Worth 20 points -- Due Monday, June 17th 2002


Star trails like the ones shown in class are easy to photograph. Simply set your camera on a tripod (or, if you don't have a tripod, secure it to a rock, fence post, etc.). Then point up, make the lens open wide (that is, set it to a low f-number, like f/2.8), disable the flash unit, set the camera focus to infinity, and open the shutter for some period of time (preferably with a cable release to minimize vibrations). Be careful not to shine lights near the camera while the shutter is open. Your camera must have the option of taking a long exposure (normally the "bulb" setting of cameras); an "instamatic camera" won't work, and even some automatic single-lens-reflex (SLR) cameras don't have this option. Your best bet is a manual SLR.

The point of this lab is to obtain trailed photographs of the stars. This will

  1. give you a sense of the rotation of the celestial sphere (i.e., the rotation of Earth)
  2. allow you to photograph and learn some constellations
  3. appreciate the different colors of stars
  4. perhaps catch some meteor ("shooting stars") on film if you are lucky.
Take at least 3 photographs of the sky with ISO 100 color print film. If you are using faster film from a bright location, you should use a higher f-number (like f/4 or f/5.6) to cut out some of the light. Use different exposure durations for each photograph, with a minimum duration of 4-minutes. We want to see star trails due to Earth's rotation, so the exposures shouldn't be too short. For example, from a bright site like Berkeley you could use 4, 8, and 12-minute exposures. Longer exposure times will give you longer star trails and will improve your chances of catching a meteor (or an airplane), but exposure times shouldn't be too long if your location suffers from light pollution. For best results in a bright location, point your camera toward bright stars. Most pleasing photos can be obtained from a dark location, away from city lights: you can then use faster film (e.g., ISO 400) and longer exposure times (perhaps 10, 20, and 30 minutes).

Be sure to record the following:

Bring a notepad and a small flashlight for this purpose. The flashlight will also allow you to examine your camera settings.
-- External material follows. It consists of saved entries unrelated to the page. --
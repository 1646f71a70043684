import type { ChannelTransfer } from './layerDisplay';

/**
 * An SVG filter that re-windows and re-colours one tinted fluorescence layer (see `channelTransfer`). Referenced
 * from that layer's element with `filter: url(#id)`; sRGB so the linear stages act on the tile's
 * own 8-bit values, as the transfer assumes.
 */
export default function ChannelFilter({ id, transfer }: { id: string; transfer: ChannelTransfer }) {
  // stage 0: R, G and B all take the source component (a row per output: R G B A offset)
  const row = [0, 1, 2].map((k) => (k === transfer.source ? 1 : 0)).join(' ');
  const copy = `${row} 0 0  ${row} 0 0  ${row} 0 0  0 0 0 1 0`;
  const { slope, intercept } = transfer.toLevel;
  const [r, g, b] = transfer.toTint;
  return (
    <svg width="0" height="0" className="absolute" aria-hidden="true" focusable="false">
      <filter id={id} colorInterpolationFilters="sRGB" x="0" y="0" width="100%" height="100%">
        <feColorMatrix type="matrix" values={copy} />
        <feComponentTransfer>
          <feFuncR type="linear" slope={slope} intercept={intercept} />
          <feFuncG type="linear" slope={slope} intercept={intercept} />
          <feFuncB type="linear" slope={slope} intercept={intercept} />
        </feComponentTransfer>
        <feComponentTransfer>
          <feFuncR type="linear" slope={r.slope} intercept={r.intercept} />
          <feFuncG type="linear" slope={g.slope} intercept={g.intercept} />
          <feFuncB type="linear" slope={b.slope} intercept={b.intercept} />
        </feComponentTransfer>
      </filter>
    </svg>
  );
}
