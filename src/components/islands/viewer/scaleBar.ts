/**
 * Scale bar lengths shared by the deep-zoom viewer and the alignment check: a "round" length (1, 2, 2.5, 5 × 10ⁿ µm,
 * the usual steps of a micrograph scale bar, common practice) closest to a wanted on-screen length.
 */

/** Lengths a scale bar may take (µm). */
export const SCALE_BAR_UM = [0.05, 0.1, 0.2, 0.25, 0.5, 1, 2, 2.5, 5, 10, 20, 25, 50, 100, 200, 500] as const;

export interface ScaleBar {
  /** Length of the bar on screen (screen pixels, or canvas pixels for a canvas). */
  px: number;
  /** Length it stands for (µm). */
  um: number;
  /** "250 nm" below 1 µm, "2.5 µm" from 1 µm on. */
  label: string;
}

/**
 * The bar whose on-screen length is closest to `targetPx`.
 *
 * @param umPerPx - micrometres per screen (or canvas) pixel at the current zoom
 * @param targetPx - wanted length on screen (pixels)
 * @param lengthsUm - allowed lengths (µm), by default {@link SCALE_BAR_UM}
 */
export function scaleBarFor(umPerPx: number, targetPx: number, lengthsUm: readonly number[] = SCALE_BAR_UM): ScaleBar {
  const targetUm = targetPx * umPerPx;
  const um = lengthsUm.reduce((best, n) => (Math.abs(n - targetUm) < Math.abs(best - targetUm) ? n : best), lengthsUm[0]);
  return { px: um / umPerPx, um, label: um < 1 ? `${Math.round(um * 1000)} nm` : `${um} µm` };
}
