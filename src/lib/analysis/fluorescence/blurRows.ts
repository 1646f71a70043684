import type { Raster } from '../types';

/**
 * Gaussian blur streamed row by row: calls `emit(y, row)` for y = 0 … height−1 in order, with `row` the blurred
 * row y (float64). Separable, edges replicated, kernel cut at 3σ (99.7 % of the weight) and normalised to sum 1.
 *
 * Only 2·radius + 1 horizontally blurred rows are kept (a ring), and each input row is blurred once, so the working
 * set stays in cache; each pass accumulates a whole row per tap pair in a float64 buffer, which V8 compiles to
 * tight loops. Callers that need neighbouring rows (a Laplacian) can rely on the last three emitted rows staying
 * valid: `row` cycles through three buffers.
 *
 * @param raster - input image (any unit); not modified
 * @param sigmaPx - Gaussian SD (px), > 0
 * @param emit - receives each blurred row (same unit as the input)
 * @throws RangeError when sigmaPx is not a finite positive number
 */
export function blurRows(raster: Raster, sigmaPx: number, emit: (y: number, row: Float64Array) => void): void {
  if (!Number.isFinite(sigmaPx) || sigmaPx <= 0) {
    throw new RangeError(`sigmaPx must be a finite positive number, got ${sigmaPx}`);
  }
  const { width, height, data } = raster;
  // half kernel: half[0] is the centre tap, half[j] the weight at ±j
  const radius = Math.max(1, Math.ceil(3 * sigmaPx));
  const half = new Float64Array(radius + 1);
  let sum = 0;
  for (let j = 0; j <= radius; j++) {
    half[j] = Math.exp((-j * j) / (2 * sigmaPx * sigmaPx));
    sum += j === 0 ? half[j] : 2 * half[j];
  }
  for (let j = 0; j <= radius; j++) half[j] /= sum;

  const ringRows = 2 * radius + 1;
  const ring = new Float64Array(ringRows * width);
  const padded = new Float64Array(width + 2 * radius);
  const outRows = [new Float64Array(width), new Float64Array(width), new Float64Array(width)];
  const c = half[0];
  let lastBlurred = -1;
  for (let y = 0; y < height; y++) {
    // horizontal blur of the input rows row y needs, each once
    const need = Math.min(height - 1, y + radius);
    while (lastBlurred < need) {
      const k = ++lastBlurred;
      const src = k * width;
      for (let x = 0; x < width; x++) padded[x + radius] = data[src + x];
      for (let x = 0; x < radius; x++) {
        padded[x] = data[src];
        padded[radius + width + x] = data[src + width - 1];
      }
      const dst = (k % ringRows) * width;
      for (let x = 0; x < width; x++) {
        let acc = c * padded[x + radius];
        for (let j = 1; j <= radius; j++) acc += half[j] * (padded[x + radius - j] + padded[x + radius + j]);
        ring[dst + x] = acc;
      }
    }

    // vertical blur
    const row = outRows[y % 3];
    const mid = (y % ringRows) * width;
    for (let x = 0; x < width; x++) row[x] = c * ring[mid + x];
    for (let j = 1; j <= radius; j++) {
      const w = half[j];
      const up = (Math.max(0, y - j) % ringRows) * width;
      const down = (Math.min(height - 1, y + j) % ringRows) * width;
      for (let x = 0; x < width; x++) row[x] += w * (ring[up + x] + ring[down + x]);
    }
    emit(y, row);
  }
}
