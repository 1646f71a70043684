export * from './solveNnls';
export * from './estimateMarkerAmplitudes';
export * from './thresholdFromControls';
export * from './backgroundApertureThreshold';
export * from './linkVesicles';
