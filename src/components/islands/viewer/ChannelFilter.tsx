import type { ChannelTransfer } from './layerDisplay';

/**
 * An SVG filter that re-windows one tinted fluorescence layer (see `channelTransfer`). Referenced
 * from that layer's element with `filter: url(#id)`; sRGB so the linear stages act on the tile's
 * own 8-bit values, as the transfer assumes.
 */
export default function ChannelFilter({ id, transfer }: { id: string; transfer: ChannelTransfer }) {
  const stage = (s: ChannelTransfer['toLevel']) => (
    <feComponentTransfer>
      <feFuncR type="linear" slope={s[0].slope} intercept={s[0].intercept} />
      <feFuncG type="linear" slope={s[1].slope} intercept={s[1].intercept} />
      <feFuncB type="linear" slope={s[2].slope} intercept={s[2].intercept} />
    </feComponentTransfer>
  );
  return (
    <svg width="0" height="0" className="absolute" aria-hidden="true" focusable="false">
      <filter id={id} colorInterpolationFilters="sRGB" x="0" y="0" width="100%" height="100%">
        {stage(transfer.toLevel)}
        {stage(transfer.toTint)}
      </filter>
    </svg>
  );
}
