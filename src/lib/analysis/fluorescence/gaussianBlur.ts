import type { Raster } from '../types';
import { blurRows } from './blurRows';
import type { FilterImplementation } from './types';
import { gaussianBlurWasm } from './wasm/gaussianKernel';

/** Options of {@link gaussianBlur}. */
export interface GaussianBlurOptions {
  /**
   * Kernel to run; the two agree to float32 rounding (see the tests), the WebAssembly one is several times faster.
   * @default 'auto'
   */
  implementation?: FilterImplementation;
}

/**
 * Gaussian blur of a float image: separable, edges replicated, kernel cut at 3σ. The same kernel
 * {@link laplacianOfGaussian} runs before its Laplacian, exported on its own so it can be timed and checked
 * against other implementations. Hand-written because image-js blurs 8/16-bit integer images only; by default a
 * WebAssembly SIMD kernel (assembly/gaussian.ts) runs it, with {@link blurRows} as the fallback.
 *
 * @param raster - input image (any unit); not modified
 * @param sigmaPx - Gaussian SD (px), > 0
 * @param options - see {@link GaussianBlurOptions}
 * @returns a new raster in the unit of the input
 * @throws RangeError when sigmaPx is not a finite positive number
 * @throws Error when `implementation: 'wasm'` is asked for and the WebAssembly kernel cannot run
 */
export function gaussianBlur(raster: Raster, sigmaPx: number, options: GaussianBlurOptions = {}): Raster {
  const { implementation = 'auto' } = options;
  if (implementation !== 'js') {
    const fast = gaussianBlurWasm(raster, sigmaPx);
    if (fast) return fast;
    if (implementation === 'wasm') throw new Error('The WebAssembly SIMD blur cannot run here (engine or memory)');
  }
  const { width, height } = raster;
  const out = new Float32Array(width * height);
  blurRows(raster, sigmaPx, (y, row) => out.set(row, y * width));
  return { data: out, width, height };
}
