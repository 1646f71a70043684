import type { MarkerCallRule, ThresholdControlKind } from './types';

/**
 * Calibrated z a vesicle must exceed to be called above camera noise: 2.58, the one-sided standard-normal quantile
 * of p = 0.005 (2.5758) rounded up to the 0.01 step of the study's positivity settings, so the web app and the
 * command line use the same number (one-sided p = 0.0049). About 1 unlabelled vesicle in 200 per marker is called
 * positive by noise alone, half the 1 % false-positive rate a reviewer would accept; a stricter 3.09 (p = 0.001)
 * misses a quarter of the dimmest labelled vesicles (300–400 photons on 100 photons/px, z ≈ 3–4), see
 * docs/marker-calls.md.
 */
export const DEFAULT_Z_CRITICAL = 2.58;

/** Quantile of the control vesicles' joint amplitudes that a vesicle must exceed under the control rule. */
export const DEFAULT_CONTROL_QUANTILE = 0.99;

/** Words for the control kinds, for sentences shown to people. */
const KIND_WORDS: Record<ThresholdControlKind, string> = { isotype: 'isotype', secondary_only: 'secondary-only' };

/**
 * What "positive" means for each rule, one sentence each, for the UI, exports and docs. The control sentence names
 * the kind; the numbers come from the rule.
 */
export const MARKER_CALL_RULE_SENTENCES = {
  camera_noise: 'Positive: detected above camera noise: the marker light fitted at the vesicle lies above the camera and background noise of its own frame (calibrated one-sided test, p < 0.005).',
  control: 'Positive: above the {kind} control\'s non-specific binding: the marker light fitted at the vesicle exceeds what 99 % of the {kind} control\'s vesicles carry, and is detected above camera noise.',
  manual: 'Positive: the marker light fitted at the vesicle exceeds a threshold set by hand.',
} as const;

/**
 * The one-sentence meaning of a marker's rule, with its numbers.
 *
 * @param rule - the rule used for the marker
 * @param nbControls - number of control vesicles behind a control threshold (count), if known
 * @returns a sentence for people
 */
export function describeMarkerCallRule(rule: MarkerCallRule, nbControls?: number): string {
  const p = (z: number) => (z === DEFAULT_Z_CRITICAL ? 'p < 0.005' : `calibrated z > ${z.toFixed(2)}`);
  if (rule.rule === 'camera_noise') return MARKER_CALL_RULE_SENTENCES.camera_noise.replace('p < 0.005', p(rule.zCritical));
  if (rule.rule === 'manual') return `${MARKER_CALL_RULE_SENTENCES.manual.slice(0, -1)} (${Math.round(rule.thresholdCounts)} counts).`;
  const kind = KIND_WORDS[rule.controlKind];
  return MARKER_CALL_RULE_SENTENCES.control.replaceAll('{kind}', kind).replace(
    'carry,', `carry (${Math.round(rule.thresholdCounts)} counts${nbControls ? ` from ${nbControls} control vesicles` : ''}),`,
  );
}
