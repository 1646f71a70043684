import type { Point, Raster } from '../types';
import { backgroundPositions } from './backgroundPositions';
import { estimateMarkerAmplitudes } from './estimateMarkerAmplitudes';
import { thresholdFromControls, type ThresholdFromControlsResult } from './thresholdFromControls';

/** Options of {@link backgroundAmplitudeThreshold}. */
export interface BackgroundAmplitudeThresholdOptions {
  /** PSF standard deviation (px), the same as for the vesicles' joint fit. Required. */
  sigmaPx: number;
  /**
   * Places keep at least this distance from every vesicle and spot (px).
   * @default 6·sigmaPx
   */
  exclusionRadiusPx?: number;
  /**
   * Upper limit on the number of places (count).
   * @default 400
   */
  maxPositions?: number;
  /**
   * Threshold = mean + k·SD of the empty places' amplitudes.
   * @default 3
   */
  k?: number;
}

/** Result of {@link backgroundAmplitudeThreshold}. */
export interface BackgroundAmplitudeThresholdResult extends ThresholdFromControlsResult {
  /** Centres of the empty places used (px). */
  readonly positions: Point[];
}

/**
 * Positivity threshold for one channel when no control sample exists, in the unit of the joint amplitude (total
 * counts of one PSF, see {@link estimateMarkerAmplitudes}): a PSF column plus background is fitted at each empty place
 * of the same frame ({@link backgroundPositions}, ≥ 10·sigmaPx apart, so each is fitted alone) and the threshold is
 * mean + k·SD of those amplitudes. The unconstrained amplitudes are used: NNLS would clip half of them to 0 and
 * shrink the SD (for pure noise mean + 3 SD would fall from 3 to ≈ 2.15 SE). For a vesicle fitted alone the NNLS
 * amplitude exceeds a positive threshold exactly when the unconstrained one does, so the comparison is consistent.
 *
 * @param raster - fluorescence frame (counts; the offset may remain, the background column absorbs it); not modified
 * @param avoidPx - vesicle and spot positions to stay away from (px); not modified
 * @param options - see {@link BackgroundAmplitudeThresholdOptions}
 * @returns the threshold (counts of PSF amplitude), its ingredients and the places used
 * @throws AnalysisError `too_few_background_apertures` when fewer than 10 places are free
 */
export function backgroundAmplitudeThreshold(
  raster: Raster,
  avoidPx: readonly Point[],
  options: BackgroundAmplitudeThresholdOptions,
): BackgroundAmplitudeThresholdResult {
  const { sigmaPx, exclusionRadiusPx, maxPositions = 400, k = 3 } = options;
  const positions = backgroundPositions(raster, avoidPx, { sigmaPx, exclusionRadiusPx, maxPositions });
  const values = estimateMarkerAmplitudes(raster, positions, { sigmaPx }).amplitudes.map((a) => a.unconstrainedAmplitudeCounts);
  return { ...thresholdFromControls(values, k), positions };
}
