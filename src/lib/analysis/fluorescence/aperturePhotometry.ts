import { medianSorted } from 'simple-statistics';
import type { Point, Raster } from '../types';
import { AnalysisError } from '../errors';
import { gaussianPixelFraction } from './gaussianPixelFraction';

/** Options of {@link aperturePhotometry}. */
export interface AperturePhotometryOptions {
  /** PSF standard deviation (px); sets the default radii and the enclosed-fraction correction. Required. */
  sigmaPx: number;
  /**
   * Aperture radius (px).
   * @default 2·sigmaPx
   */
  radiusPx?: number;
  /**
   * Inner radius of the background annulus (px). 3σ leaves ≈ 1 % of a Gaussian's light outside it.
   * @default max(radiusPx + 1, 3·sigmaPx)
   */
  annulusInnerPx?: number;
  /**
   * Outer radius of the background annulus (px).
   * @default annulusInnerPx + max(3, 2·sigmaPx)
   */
  annulusOuterPx?: number;
  /**
   * Sub-samples per pixel side for pixels cut by the aperture edge.
   * @default 16
   */
  subsamples?: number;
  /**
   * Camera gain (counts per photon), for the shot-noise term.
   * @default 1
   */
  gainCountsPerPhoton?: number;
}

/** Result of {@link aperturePhotometry}. */
export interface AperturePhotometryResult {
  /** Aperture sum minus annulus median × aperture area (counts). */
  readonly netCounts: number;
  /** netCounts divided by the PSF fraction the aperture encloses: an estimate of the spot's total (counts). */
  readonly totalCounts: number;
  /**
   * Fraction of a pixel-integrated Gaussian PSF (σ = sigmaPx) centred on `point` that the weighted in-frame
   * aperture collects: Σ weight × pixel fraction. It also corrects for the part of the aperture outside the frame.
   */
  readonly enclosedFraction: number;
  /** Noise SD of netCounts: shot noise of the net signal, pixel noise over the aperture, error of the median (counts). */
  readonly noiseCounts: number;
  /** netCounts / noiseCounts. */
  readonly snr: number;
  /** Median of the annulus, the local background per pixel (counts). */
  readonly backgroundPerPxCounts: number;
  /** Robust SD (1.4826·MAD) of the annulus pixels (counts). */
  readonly backgroundSigmaCounts: number;
  /** In-frame aperture area (px²) and annulus pixel count. */
  readonly apertureAreaPx: number;
  readonly nbAnnulusPx: number;
  /** True when the aperture or the annulus reaches outside the frame: the values then use the in-frame part. */
  readonly leavesFrame: boolean;
}

/**
 * Circular aperture photometry with a local annulus background.
 *
 * Pixels wholly inside the circle weigh 1; pixels cut by its edge weigh the fraction of an n×n sub-sample grid
 * that falls inside. Noise² = g·max(net, 0) + A·s² + (π/2)·A²·s²/n_ann, with A the aperture area, s the annulus
 * robust SD and π/2 the variance ratio of a median to a mean for Gaussian data (common practice).
 *
 * @param raster - frame (counts; the camera offset may remain, the annulus removes it); not modified
 * @param point - aperture centre (px of this frame)
 * @param options - see {@link AperturePhotometryOptions}
 * @returns net and total counts, noise, SNR and diagnostics
 * @throws AnalysisError `aperture_outside_frame` when no aperture pixel is in the frame,
 *   `annulus_empty` when fewer than 3 annulus pixels are; RangeError for bad radii
 * @see Howell SB. Two-dimensional aperture photometry: signal-to-noise ratio of point-source observations.
 *   PASP 101:616–622, 1989 (from memory).
 */
export function aperturePhotometry(
  raster: Raster,
  point: Point,
  options: AperturePhotometryOptions,
): AperturePhotometryResult {
  const { sigmaPx } = options;
  if (!(sigmaPx > 0)) throw new RangeError(`sigmaPx must be positive, got ${sigmaPx}`);
  const {
    radiusPx = 2 * sigmaPx,
    annulusInnerPx = Math.max(radiusPx + 1, 3 * sigmaPx),
    annulusOuterPx = annulusInnerPx + Math.max(3, 2 * sigmaPx),
    subsamples = 16,
    gainCountsPerPhoton = 1,
  } = options;
  if (!(radiusPx > 0 && annulusInnerPx >= radiusPx && annulusOuterPx > annulusInnerPx)) {
    throw new RangeError(
      `need 0 < radiusPx ≤ annulusInnerPx < annulusOuterPx, got ${radiusPx}, ${annulusInnerPx}, ${annulusOuterPx}`,
    );
  }
  const { width, height, data } = raster;
  const { x: px, y: py } = point;

  // aperture sum with fractional edge pixels
  const halfDiag = Math.SQRT1_2;
  let sum = 0;
  let area = 0;
  let leavesFrame = false;
  let enclosedFraction = 0;
  const xMin = Math.floor(px - annulusOuterPx);
  const xMax = Math.ceil(px + annulusOuterPx);
  const yMin = Math.floor(py - annulusOuterPx);
  const yMax = Math.ceil(py + annulusOuterPx);
  const annulus: number[] = [];
  const r2In = annulusInnerPx * annulusInnerPx;
  const r2Out = annulusOuterPx * annulusOuterPx;
  for (let y = yMin; y <= yMax; y++) {
    for (let x = xMin; x <= xMax; x++) {
      const d = Math.hypot(x - px, y - py);
      const inFrame = x >= 0 && x < width && y >= 0 && y < height;
      let w = 0;
      if (d + halfDiag <= radiusPx) w = 1;
      else if (d - halfDiag < radiusPx) w = coveredFraction(x - px, y - py, radiusPx, subsamples);
      if (w > 0) {
        if (!inFrame) {
          leavesFrame = true;
          continue;
        }
        sum += w * data[y * width + x];
        area += w;
        enclosedFraction += w * gaussianPixelFraction(x - px, y - py, sigmaPx);
      }
      const d2 = d * d;
      if (d2 >= r2In && d2 <= r2Out) {
        if (inFrame) annulus.push(data[y * width + x]);
        else leavesFrame = true;
      }
    }
  }
  if (area === 0) {
    throw new AnalysisError('aperture_outside_frame', `aperture at (${px}, ${py}) has no pixel inside the ${width}×${height} frame`, {
      x: px,
      y: py,
      width,
      height,
    });
  }
  if (annulus.length < 3) {
    throw new AnalysisError('annulus_empty', `background annulus at (${px}, ${py}) has ${annulus.length} in-frame pixels; need at least 3`, {
      nbAnnulusPx: annulus.length,
    });
  }

  // background and noise
  annulus.sort((a, b) => a - b);
  const background = medianSorted(annulus);
  const deviations = annulus.map((v) => Math.abs(v - background)).sort((a, b) => a - b);
  const sigma = 1.4826 * medianSorted(deviations);
  const netCounts = sum - background * area;
  const variance =
    gainCountsPerPhoton * Math.max(netCounts, 0) +
    area * sigma * sigma +
    ((Math.PI / 2) * area * area * sigma * sigma) / annulus.length;
  const noiseCounts = Math.sqrt(variance);
  return {
    netCounts,
    totalCounts: netCounts / enclosedFraction,
    enclosedFraction,
    noiseCounts,
    snr: noiseCounts > 0 ? netCounts / noiseCounts : 0,
    backgroundPerPxCounts: background,
    backgroundSigmaCounts: sigma,
    apertureAreaPx: area,
    nbAnnulusPx: annulus.length,
    leavesFrame,
  };
}

function coveredFraction(dx: number, dy: number, radius: number, n: number): number {
  const r2 = radius * radius;
  let inside = 0;
  for (let j = 0; j < n; j++) {
    const sy = dy - 0.5 + (j + 0.5) / n;
    for (let i = 0; i < n; i++) {
      const sx = dx - 0.5 + (i + 0.5) / n;
      if (sx * sx + sy * sy <= r2) inside++;
    }
  }
  return inside / (n * n);
}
Take your roll of film to a photo store to have it developed and printed. You may use slide film if you prefer; just enclose the slides in an envelope and attach it to your lab write-up. Label each slide properly. Turn in your three best photos having different exposure durations, and write a report (about 3 pages, double-spaced) describing and interpreting what you have recorded. If you think you have captured an airplane, meteor, or artificial satellite discuss which you think it is and why?

You may photograph the sky with your friends, but each of you must turn in different photographs and your own descriptions.

IMPORTANT NOTE: When taking astrophotos, it's best to take one normal (daylight) photo at the beginning of the roll, and if possible one at the end as well. You can also use a flash photo or a nearby object, but of course a flash photo of the sky will yield nothing. The reason for doing this is that the photo lab will need one normal frame to determine the starting point of your negatives; otherwise they might accidentally cut them in the wrong places!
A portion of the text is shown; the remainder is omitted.